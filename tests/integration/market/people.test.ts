import { eq } from "drizzle-orm";
import { encode } from "next-auth/jwt";
import { beforeEach, describe, expect, it, vi } from "vitest";
import type { Db } from "@/db/client";
import { findUser, findUserByEmail, getTeamRole } from "@/db/queries/people";
import { users } from "@/db/schema";
import { findActor, requireActor, sessionCookieName, type Actor } from "@/lib/auth/actor";
import { hashPassword, isPassword } from "@/lib/auth/password";
import { env } from "@/lib/env";
import { requireBatch } from "@/lib/market/access";
import { createBatch } from "@/lib/market/batches/createBatch";
import { changePassword, resetPassword, sendResetLink, signOutEverywhere } from "@/lib/market/people/account";
import { redeemSignInLink, sendSignInLink } from "@/lib/market/people/signIn";
import { signUp } from "@/lib/market/people/signUp";
import {
  acceptInvitation,
  changeMember,
  findInvitation,
  inviteColleague,
  revokeInvite,
  setSuspended,
} from "@/lib/market/people/team";
import { listOpenInvites } from "@/db/queries/people";
import { freshDb } from "@/tests/support/db";
import { join, letters, person, refusalOf, refusalText, START_MS, team } from "@/tests/support/market";

const cookie = vi.hoisted(() => ({ value: undefined as string | undefined }));
vi.mock("next/headers", () => ({
  cookies: () =>
    Promise.resolve({ get: () => (cookie.value === undefined ? undefined : { value: cookie.value }) }),
}));

const nowMs = START_MS;
let db: Db;
beforeEach(() => {
  db = freshDb();
  cookie.value = undefined;
});

const signIn = async (actor: Actor, secret = env().AUTH_SECRET) => {
  const epoch = findUser(db, actor.id)?.sessionEpoch;
  cookie.value = await encode({ token: { sub: actor.id, epoch }, secret });
};
/** The secret in the link of the latest letter with a tag. */
const secretOf = (tag: string) => /secret=([\w-]+)/.exec(letters(db, tag).at(-1)?.text ?? "")?.[1] ?? "";

describe("a session", () => {
  it("says who acts, with the role that the database has now", async () => {
    const actor = person(db, "annotator");
    await signIn(actor);
    expect(await findActor()).toEqual(actor);
    db.update(users).set({ role: "admin" }).where(eq(users.id, actor.id)).run();
    expect((await requireActor("admin")).role).toBe("admin");
    await expect(requireActor("annotator")).rejects.toMatchObject({ code: "forbidden" });
    expect(sessionCookieName()).toBe("next-auth.session-token");
  });

  it("ends everywhere at once when the person signs out everywhere", async () => {
    const actor = person(db, "annotator");
    await signIn(actor);
    signOutEverywhere({ actor, nowMs });
    expect(await findActor()).toBeNull();
    await expect(requireActor("any")).rejects.toMatchObject({ code: "unauthenticated" });
    await signIn(actor);
    expect(await findActor()).toEqual(actor);
  });

  it("ends at once with a suspension, and the admin's reason is kept", async () => {
    const actor = person(db, "annotator");
    const admin = person(db, "admin");
    await signIn(actor);
    const suspend = (userId: string, suspended: boolean) =>
      setSuspended({ actor: admin, nowMs, userId, suspended, reason: "Copied drawings." });
    suspend(actor.id, true);
    expect(await findActor()).toBeNull();
    suspend(actor.id, false);
    expect(await findActor()).toEqual(actor);
    expect(refusalOf(() => suspend(admin.id, true))).toBe("conflict");
    expect(refusalOf(() => suspend("usr_none", true))).toBe("not_found");
  });

  it("ends with a new password", async () => {
    const actor = person(db, "annotator", { passwordHash: await hashPassword("an old long password") });
    await signIn(actor);
    const change = (current: string) =>
      changePassword({ actor, nowMs, current, password: "a new long password" });
    await expect(change("a wrong password")).rejects.toMatchObject({ code: "invalid" });
    expect(await findActor()).toEqual(actor);
    await change("an old long password");
    expect(await findActor()).toBeNull();
    expect(await isPassword("a new long password", findUser(db, actor.id)?.passwordHash ?? null)).toBe(true);
  });

  it("is nobody's without a token, with a forged one or with one that is no token", async () => {
    const actor = person(db, "annotator");
    expect(await findActor()).toBeNull();
    expect((await requireActor("public")).role).toBe("anonymous");
    await signIn(actor, "another secret, by somebody else!");
    expect(await findActor()).toBeNull();
    cookie.value = "not a token";
    expect(await findActor()).toBeNull();
  });
});

describe("signing up and in by mail", () => {
  const input = {
    email: "isla@skerrow.example",
    name: "Isla",
    role: "requester" as const,
    teamName: "",
    password: "a few words in a row",
  };

  it("makes an account with a team of its own, confirmed by the link", async () => {
    await signUp({ input, nowMs });
    const user = findUserByEmail(db, "ISLA@skerrow.example");
    expect(user).toMatchObject({ role: "requester", emailVerifiedAtMs: null });
    const secret = secretOf("verify");
    expect(redeemSignInLink({ secret, nowMs })).toMatchObject({ id: user?.id, emailVerifiedAtMs: nowMs });
    expect(redeemSignInLink({ secret, nowMs })).toBeNull();
  });

  it("with an address that is taken makes no second account and tells its owner", async () => {
    await signUp({ input, nowMs });
    await signUp({ input: { ...input, name: "Somebody else", role: "annotator" as const }, nowMs });
    expect(db.select().from(users).all()).toHaveLength(1);
    expect(letters(db, "sign-up").map((letter) => letter.to)).toEqual([input.email]);
  });

  it("says nothing about addresses without an account, and lets no suspended person in", () => {
    sendSignInLink({ email: "nobody@skerrow.example", nowMs });
    sendResetLink({ email: "nobody@skerrow.example", nowMs });
    expect(letters(db, "sign-in")).toEqual([]);
    expect(letters(db, "reset")).toEqual([]);
    const actor = person(db, "annotator");
    sendSignInLink({ email: actor.email, nowMs });
    db.update(users).set({ status: "suspended" }).run();
    expect(redeemSignInLink({ secret: secretOf("sign-in"), nowMs })).toBeNull();
  });

  it("does not let in whoever chose the password of an address that was not theirs", async () => {
    await signUp({ input, nowMs }); // by somebody who does not read this mailbox
    sendSignInLink({ email: input.email, nowMs }); // its owner asks for a link instead
    redeemSignInLink({ secret: secretOf("sign-in"), nowMs });
    expect(findUserByEmail(db, input.email)).toMatchObject({ emailVerifiedAtMs: nowMs, passwordHash: null });
  });

  it("sets a new password by a link that works once and ends all sessions", async () => {
    const actor = person(db, "annotator");
    await signIn(actor);
    sendResetLink({ email: actor.email, nowMs });
    const secret = secretOf("reset");
    await resetPassword({ secret, password: "a new long password", nowMs });
    expect(await findActor()).toBeNull();
    const again = resetPassword({ secret, password: "another long password", nowMs });
    await expect(again).rejects.toMatchObject({ code: "gone" });
  });
});

describe("a team", () => {
  let owner: Actor;
  let teamId: string;
  beforeEach(() => {
    owner = person(db, "requester");
    teamId = team(db, owner);
  });
  const change = (actor: Actor, userId: string, role: "owner" | "editor" | "viewer" | "remove") =>
    changeMember({ actor, nowMs, teamId, userId, role });
  const invite = (actor: Actor, email: string) =>
    inviteColleague({ actor, nowMs, teamId, email, role: "editor" });

  it("keeps its last owner", () => {
    expect(refusalText(() => change(owner, owner.id, "remove"))).toMatch(/at least one owner/);
    expect(refusalOf(() => change(owner, owner.id, "viewer"))).toBe("conflict");
    const second = person(db, "requester");
    join(db, teamId, second, "editor");
    change(owner, second.id, "owner");
    change(second, owner.id, "remove");
    expect(getTeamRole(db, teamId, owner.id)).toBeUndefined();
    expect(refusalOf(() => change(second, second.id, "remove"))).toBe("conflict");
  });

  it("is changed by owners only; an outsider learns nothing of it", () => {
    const editor = person(db, "requester");
    join(db, teamId, editor, "editor");
    expect(refusalOf(() => change(editor, owner.id, "viewer"))).toBe("forbidden");
    expect(refusalOf(() => invite(editor, "new@skerrow.example"))).toBe("forbidden");
    const outsider = person(db, "requester");
    expect(refusalOf(() => change(outsider, owner.id, "viewer"))).toBe("not_found");
    expect(refusalOf(() => change(owner, outsider.id, "viewer"))).toBe("not_found");
  });

  it("shares its batches by role: a viewer looks, an editor works, an outsider finds nothing", () => {
    const viewer = person(db, "requester");
    join(db, teamId, viewer, "viewer");
    const batchId = createBatch({ actor: owner, nowMs, teamId, title: "Harrow Lane glasshouse" });
    expect(requireBatch(db, batchId, viewer).id).toBe(batchId);
    expect(requireBatch(db, batchId, person(db, "admin")).id).toBe(batchId);
    expect(refusalOf(() => requireBatch(db, batchId, viewer, "editor"))).toBe("forbidden");
    expect(refusalOf(() => createBatch({ actor: viewer, nowMs, teamId, title: "Another" }))).toBe(
      "forbidden",
    );
    const outsider = person(db, "requester");
    expect(refusalOf(() => requireBatch(db, batchId, outsider))).toBe("not_found");
    expect(refusalOf(() => createBatch({ actor: outsider, nowMs, teamId, title: "Another" }))).toBe(
      "not_found",
    );
    expect(refusalOf(() => requireBatch(db, "bat_none", owner))).toBe("not_found");
  });

  it("takes a colleague in by a link that works once", () => {
    invite(owner, "marit@skerrow.example");
    const secret = secretOf("invite");
    expect(findInvitation({ secret, nowMs })).toMatchObject({ role: "editor", hasAccount: false });
    const signInSecret = acceptInvitation({ secret, name: "Marit", nowMs });
    const marit = findUserByEmail(db, "marit@skerrow.example");
    expect(getTeamRole(db, teamId, marit?.id ?? "")).toBe("editor");
    expect(redeemSignInLink({ secret: signInSecret, nowMs })?.id).toBe(marit?.id);
    expect(refusalOf(() => acceptInvitation({ secret, name: "Marit", nowMs }))).toBe("gone");
    expect(refusalOf(() => invite(owner, "marit@skerrow.example"))).toBe("conflict");
  });

  it("does not take in by a withdrawn, a replaced or an old invitation", () => {
    invite(owner, "marit@skerrow.example");
    const replaced = secretOf("invite");
    invite(owner, "marit@skerrow.example");
    const withdrawn = secretOf("invite");
    const accept =
      (secret: string, atMs = nowMs) =>
      () =>
        acceptInvitation({ secret, name: "Marit", nowMs: atMs });
    expect(refusalOf(accept(replaced))).toBe("gone");
    expect(refusalOf(accept(withdrawn, nowMs + 8 * 86_400_000))).toBe("gone");
    const [open] = listOpenInvites(db, teamId, nowMs);
    expect(
      refusalOf(() => revokeInvite({ actor: person(db, "requester"), nowMs, inviteId: open?.id ?? "" })),
    ).toBe("not_found");
    revokeInvite({ actor: owner, nowMs, inviteId: open?.id ?? "" });
    expect(refusalOf(accept(withdrawn))).toBe("gone");
  });

  it("does not take in an account of another kind, not even one made after the invitation", () => {
    expect(refusalOf(() => invite(owner, person(db, "annotator").email))).toBe("conflict");
    invite(owner, "late@skerrow.example");
    const late = person(db, "annotator", { email: "late@skerrow.example" });
    expect(refusalOf(() => acceptInvitation({ secret: secretOf("invite"), name: "", nowMs }))).toBe(
      "conflict",
    );
    expect(getTeamRole(db, teamId, late.id)).toBeUndefined();
  });
});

PROBLEM REQUIREMENTS: From the material above, retype precisely the lines between the line holding "cookie.value = await" and the line holding "who acts, with", inclusive, and nothing beyond them.

OUTPUT BELOW:
  cookie.value = await encode({ token: { sub: actor.id, epoch }, secret });
};
/** The secret in the link of the latest letter with a tag. */
const secretOf = (tag: string) => /secret=([\w-]+)/.exec(letters(db, tag).at(-1)?.text ?? "")?.[1] ?? "";

describe("a session", () => {
  it("says who acts, with the role that the database has now", async () => {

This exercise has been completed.